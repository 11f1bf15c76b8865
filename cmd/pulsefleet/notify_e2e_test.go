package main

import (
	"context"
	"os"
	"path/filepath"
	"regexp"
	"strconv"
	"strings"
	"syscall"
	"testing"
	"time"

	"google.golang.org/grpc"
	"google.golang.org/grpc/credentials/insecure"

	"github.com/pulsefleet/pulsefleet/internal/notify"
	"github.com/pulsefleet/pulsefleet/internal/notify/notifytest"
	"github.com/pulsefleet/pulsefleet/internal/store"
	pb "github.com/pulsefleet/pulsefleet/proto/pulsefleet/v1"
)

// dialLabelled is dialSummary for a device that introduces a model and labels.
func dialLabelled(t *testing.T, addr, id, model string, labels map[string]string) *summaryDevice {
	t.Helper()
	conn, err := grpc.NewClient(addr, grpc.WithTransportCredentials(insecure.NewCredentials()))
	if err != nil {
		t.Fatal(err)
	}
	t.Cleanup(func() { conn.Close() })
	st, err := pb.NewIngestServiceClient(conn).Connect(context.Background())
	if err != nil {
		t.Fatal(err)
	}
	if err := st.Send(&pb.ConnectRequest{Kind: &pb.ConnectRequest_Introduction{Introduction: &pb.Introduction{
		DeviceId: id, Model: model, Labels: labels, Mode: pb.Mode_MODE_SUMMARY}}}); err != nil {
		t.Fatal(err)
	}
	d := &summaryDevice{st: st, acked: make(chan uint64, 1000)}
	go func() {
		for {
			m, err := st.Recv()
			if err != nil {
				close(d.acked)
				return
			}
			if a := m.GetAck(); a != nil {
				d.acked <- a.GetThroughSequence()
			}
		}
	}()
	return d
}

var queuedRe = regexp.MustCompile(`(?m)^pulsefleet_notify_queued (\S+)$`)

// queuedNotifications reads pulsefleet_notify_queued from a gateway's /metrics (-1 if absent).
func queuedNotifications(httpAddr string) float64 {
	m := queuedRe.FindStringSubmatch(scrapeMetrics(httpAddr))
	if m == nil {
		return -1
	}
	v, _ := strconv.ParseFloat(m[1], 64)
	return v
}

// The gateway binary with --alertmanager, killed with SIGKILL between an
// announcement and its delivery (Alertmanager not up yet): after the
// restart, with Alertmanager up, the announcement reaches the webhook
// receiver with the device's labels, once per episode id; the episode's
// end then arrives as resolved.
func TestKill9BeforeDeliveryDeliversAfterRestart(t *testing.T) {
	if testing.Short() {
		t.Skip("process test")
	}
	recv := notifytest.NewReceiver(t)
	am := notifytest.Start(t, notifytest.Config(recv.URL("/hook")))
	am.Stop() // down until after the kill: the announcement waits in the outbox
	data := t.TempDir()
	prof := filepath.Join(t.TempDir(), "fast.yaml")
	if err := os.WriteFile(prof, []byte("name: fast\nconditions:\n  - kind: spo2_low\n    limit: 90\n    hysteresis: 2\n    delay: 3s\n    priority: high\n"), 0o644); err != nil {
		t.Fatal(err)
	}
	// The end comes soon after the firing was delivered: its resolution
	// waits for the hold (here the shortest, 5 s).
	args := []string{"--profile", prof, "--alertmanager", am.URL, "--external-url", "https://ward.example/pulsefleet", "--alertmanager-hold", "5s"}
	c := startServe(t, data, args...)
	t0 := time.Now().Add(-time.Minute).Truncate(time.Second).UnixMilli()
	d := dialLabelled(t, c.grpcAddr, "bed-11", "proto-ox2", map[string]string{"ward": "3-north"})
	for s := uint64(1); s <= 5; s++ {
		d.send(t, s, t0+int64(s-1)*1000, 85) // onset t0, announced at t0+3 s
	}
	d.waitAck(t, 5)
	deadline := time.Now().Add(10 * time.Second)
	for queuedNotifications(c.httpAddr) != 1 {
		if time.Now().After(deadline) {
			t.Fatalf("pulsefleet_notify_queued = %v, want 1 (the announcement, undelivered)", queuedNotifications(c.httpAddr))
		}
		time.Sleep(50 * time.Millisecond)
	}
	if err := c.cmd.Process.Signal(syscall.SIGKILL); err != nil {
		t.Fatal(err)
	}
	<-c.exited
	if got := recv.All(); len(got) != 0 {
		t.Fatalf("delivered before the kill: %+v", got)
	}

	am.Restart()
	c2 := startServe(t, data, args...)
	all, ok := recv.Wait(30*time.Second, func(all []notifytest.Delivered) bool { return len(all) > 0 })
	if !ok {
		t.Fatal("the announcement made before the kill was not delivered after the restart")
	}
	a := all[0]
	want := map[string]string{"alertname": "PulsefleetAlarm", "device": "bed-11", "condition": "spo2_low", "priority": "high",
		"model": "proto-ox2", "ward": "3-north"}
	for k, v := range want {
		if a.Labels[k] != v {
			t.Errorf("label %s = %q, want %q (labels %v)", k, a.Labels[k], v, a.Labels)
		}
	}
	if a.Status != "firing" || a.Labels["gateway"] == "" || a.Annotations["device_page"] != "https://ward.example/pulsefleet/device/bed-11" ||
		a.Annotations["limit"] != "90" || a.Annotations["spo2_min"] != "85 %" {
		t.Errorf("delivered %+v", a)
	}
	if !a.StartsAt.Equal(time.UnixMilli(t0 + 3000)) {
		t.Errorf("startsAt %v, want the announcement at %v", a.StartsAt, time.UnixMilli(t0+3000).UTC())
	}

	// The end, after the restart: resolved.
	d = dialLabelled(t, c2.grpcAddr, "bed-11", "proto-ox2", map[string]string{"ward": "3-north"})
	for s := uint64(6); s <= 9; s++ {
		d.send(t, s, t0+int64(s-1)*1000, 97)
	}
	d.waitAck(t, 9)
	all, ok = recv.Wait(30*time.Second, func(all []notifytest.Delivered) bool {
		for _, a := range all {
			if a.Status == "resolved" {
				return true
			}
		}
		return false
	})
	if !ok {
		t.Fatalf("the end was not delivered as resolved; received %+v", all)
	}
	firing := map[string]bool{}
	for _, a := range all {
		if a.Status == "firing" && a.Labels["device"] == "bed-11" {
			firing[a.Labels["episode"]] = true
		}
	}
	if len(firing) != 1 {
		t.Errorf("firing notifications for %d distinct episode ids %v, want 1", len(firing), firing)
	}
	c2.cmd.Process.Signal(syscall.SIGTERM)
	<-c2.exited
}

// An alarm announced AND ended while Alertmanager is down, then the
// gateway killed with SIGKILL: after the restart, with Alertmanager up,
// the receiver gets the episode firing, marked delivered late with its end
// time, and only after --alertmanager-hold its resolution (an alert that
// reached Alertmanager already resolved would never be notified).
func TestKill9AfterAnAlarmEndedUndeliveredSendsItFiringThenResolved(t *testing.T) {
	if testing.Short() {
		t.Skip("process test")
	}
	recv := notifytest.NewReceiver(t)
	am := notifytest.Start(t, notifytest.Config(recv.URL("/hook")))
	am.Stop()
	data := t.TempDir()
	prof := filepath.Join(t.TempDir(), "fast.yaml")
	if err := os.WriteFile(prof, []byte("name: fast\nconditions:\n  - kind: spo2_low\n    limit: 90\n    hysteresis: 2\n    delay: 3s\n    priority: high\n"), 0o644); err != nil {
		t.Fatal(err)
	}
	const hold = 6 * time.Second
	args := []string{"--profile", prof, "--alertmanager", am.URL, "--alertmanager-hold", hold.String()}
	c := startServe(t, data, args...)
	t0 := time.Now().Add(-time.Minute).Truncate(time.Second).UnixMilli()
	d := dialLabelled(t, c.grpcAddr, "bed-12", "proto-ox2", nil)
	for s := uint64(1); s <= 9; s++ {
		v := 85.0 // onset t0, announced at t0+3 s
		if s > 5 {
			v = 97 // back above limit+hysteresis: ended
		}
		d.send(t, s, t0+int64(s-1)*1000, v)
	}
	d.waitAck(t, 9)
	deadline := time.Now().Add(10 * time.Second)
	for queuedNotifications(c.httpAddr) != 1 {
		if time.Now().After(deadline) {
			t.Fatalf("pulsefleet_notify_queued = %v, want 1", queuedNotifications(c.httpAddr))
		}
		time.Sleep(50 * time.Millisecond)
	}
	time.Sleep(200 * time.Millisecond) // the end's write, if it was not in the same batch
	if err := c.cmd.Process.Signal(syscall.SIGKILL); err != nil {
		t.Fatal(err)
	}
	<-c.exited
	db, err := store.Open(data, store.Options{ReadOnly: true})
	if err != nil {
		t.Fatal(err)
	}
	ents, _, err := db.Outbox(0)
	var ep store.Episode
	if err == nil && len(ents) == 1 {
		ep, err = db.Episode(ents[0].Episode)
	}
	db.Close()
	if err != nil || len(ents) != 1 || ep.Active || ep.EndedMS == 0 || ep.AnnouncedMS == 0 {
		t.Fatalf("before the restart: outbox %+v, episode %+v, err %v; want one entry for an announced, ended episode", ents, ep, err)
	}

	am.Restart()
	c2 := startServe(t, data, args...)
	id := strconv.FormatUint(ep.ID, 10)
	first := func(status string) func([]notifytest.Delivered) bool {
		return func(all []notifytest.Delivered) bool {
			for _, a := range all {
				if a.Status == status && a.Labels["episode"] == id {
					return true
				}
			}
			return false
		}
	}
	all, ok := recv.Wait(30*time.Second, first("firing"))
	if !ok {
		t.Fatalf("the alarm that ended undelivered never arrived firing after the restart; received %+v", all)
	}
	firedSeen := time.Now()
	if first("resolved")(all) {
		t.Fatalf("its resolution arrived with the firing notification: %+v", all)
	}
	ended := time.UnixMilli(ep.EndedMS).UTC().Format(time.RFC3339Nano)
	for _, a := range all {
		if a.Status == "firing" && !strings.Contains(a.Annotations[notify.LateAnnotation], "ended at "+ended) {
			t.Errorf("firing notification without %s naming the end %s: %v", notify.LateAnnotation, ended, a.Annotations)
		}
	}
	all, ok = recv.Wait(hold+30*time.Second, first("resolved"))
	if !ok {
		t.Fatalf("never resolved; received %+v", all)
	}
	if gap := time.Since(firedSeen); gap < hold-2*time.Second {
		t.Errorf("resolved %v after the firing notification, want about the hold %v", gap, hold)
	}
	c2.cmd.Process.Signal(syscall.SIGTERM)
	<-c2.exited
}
□ □ □ □ □ □ □
Look through the entries above, and wherever a line holds the string "gateway", copy it.

// queuedNotifications reads pulsefleet_notify_queued from a gateway's /metrics (-1 if absent).
// The gateway binary with --alertmanager, killed with SIGKILL between an
	if a.Status != "firing" || a.Labels["gateway"] == "" || a.Annotations["device_page"] != "https://ward.example/pulsefleet/device/bed-11" ||
// gateway killed with SIGKILL: after the restart, with Alertmanager up,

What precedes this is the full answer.